Content starts

import { describe, expect, it } from 'vitest';
import { createSmallQp } from '../../src/numerics/index.js';
import { seeded } from '../support/random.js';

describe('quadratic programmes of a few variables', () => {
  const random = seeded(77);
  const between = (a: number, b: number): number => a + (b - a) * random();

  it('meet their optimality conditions, or have no feasible point, on 5000 random problems', () => {
    const qp = createSmallQp(4, 20);
    let infeasible = 0;
    for (let k = 0; k < 5000; k++) {
      const n = 1 + Math.floor(4 * random());
      const m = Math.floor(19 * random());
      const root = Array.from({ length: n * n }, () => between(-1, 1));
      for (let i = 0; i < n; i++)
        for (let j = 0; j < n; j++) {
          let s = i === j ? 10 ** between(-4, 0) : 0;
          for (let l = 0; l < n; l++) s += root[i * n + l]! * root[j * n + l]!;
          qp.b[i * n + j] = s;
        }
      for (let i = 0; i < n; i++) qp.g[i] = between(-2, 2);
      for (let c = 0; c < m; c++) {
        for (let i = 0; i < n; i++) qp.normals[c * n + i] = between(-1, 1);
        qp.limits[c] = between(-0.2, 1);
      }
      const ok = qp.solve(n, m);
      if (!ok) {
        infeasible++;
        // No point of a fine random search meets all constraints with room to spare.
        let least = Number.POSITIVE_INFINITY;
        for (let t = 0; t < 300; t++) {
          const x = Array.from({ length: n }, () => between(-6, 6) * random());
          let v = Number.NEGATIVE_INFINITY;
          for (let c = 0; c < m; c++) {
            let s = -qp.limits[c]!;
            for (let i = 0; i < n; i++) s += qp.normals[c * n + i]! * x[i]!;
            v = Math.max(v, s);
          }
          least = Math.min(least, v);
        }
        expect(least).toBeGreaterThan(-1e-9);
        continue;
      }
      const scale = 1 + Math.max(...Array.from(qp.p.subarray(0, n), Math.abs));
      for (let c = 0; c < m; c++) {
        let s = -qp.limits[c]!;
        for (let i = 0; i < n; i++) s += qp.normals[c * n + i]! * qp.p[i]!;
        expect(s).toBeLessThan(1e-9 * scale);
        expect(qp.multipliers[c]).toBeGreaterThanOrEqual(0);
        expect(qp.multipliers[c]! * Math.abs(s)).toBeLessThan(1e-6 * scale * (1 + qp.multipliers[c]!));
      }
      for (let i = 0; i < n; i++) {
        let s = -qp.g[i]!;
        let size = Math.abs(qp.g[i]!);
        for (let j = 0; j < n; j++) s += qp.b[i * n + j]! * qp.p[j]!;
        for (let c = 0; c < m; c++) {
          s += qp.multipliers[c]! * qp.normals[c * n + i]!;
          size += qp.multipliers[c]!;
        }
        expect(Math.abs(s)).toBeLessThan(1e-8 * (size + scale));
      }
    }
    expect(infeasible).toBeGreaterThan(100);
    expect(infeasible).toBeLessThan(3500);
  });

  it('stand still between two constraints that leave no room', () => {
    const qp = createSmallQp(2, 4);
    qp.b.set([1, 0, 0, 1]);
    qp.g.set([3, 1]);
    qp.normals.set([1, 0, -1, 0]);
    qp.limits.set([0.5, -0.5]);
    expect(qp.solve(2, 2)).toBe(true);
    expect(qp.p[0]).toBeCloseTo(0.5, 12);
    expect(qp.p[1]).toBeCloseTo(1, 12);
  });
});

Content ends

Instructions to follow :: Please retype the top of the data exactly, down to and including the line that holds "for (let t = 0;", and nothing further.

Response for this exercise ::
import { describe, expect, it } from 'vitest';
import { createSmallQp } from '../../src/numerics/index.js';
import { seeded } from '../support/random.js';

describe('quadratic programmes of a few variables', () => {
  const random = seeded(77);
  const between = (a: number, b: number): number => a + (b - a) * random();

  it('meet their optimality conditions, or have no feasible point, on 5000 random problems', () => {
    const qp = createSmallQp(4, 20);
    let infeasible = 0;
    for (let k = 0; k < 5000; k++) {
      const n = 1 + Math.floor(4 * random());
      const m = Math.floor(19 * random());
      const root = Array.from({ length: n * n }, () => between(-1, 1));
      for (let i = 0; i < n; i++)
        for (let j = 0; j < n; j++) {
          let s = i === j ? 10 ** between(-4, 0) : 0;
          for (let l = 0; l < n; l++) s += root[i * n + l]! * root[j * n + l]!;
          qp.b[i * n + j] = s;
        }
      for (let i = 0; i < n; i++) qp.g[i] = between(-2, 2);
      for (let c = 0; c < m; c++) {
        for (let i = 0; i < n; i++) qp.normals[c * n + i] = between(-1, 1);
        qp.limits[c] = between(-0.2, 1);
      }
      const ok = qp.solve(n, m);
      if (!ok) {
        infeasible++;
        // No point of a fine random search meets all constraints with room to spare.
        let least = Number.POSITIVE_INFINITY;
        for (let t = 0; t < 300; t++) {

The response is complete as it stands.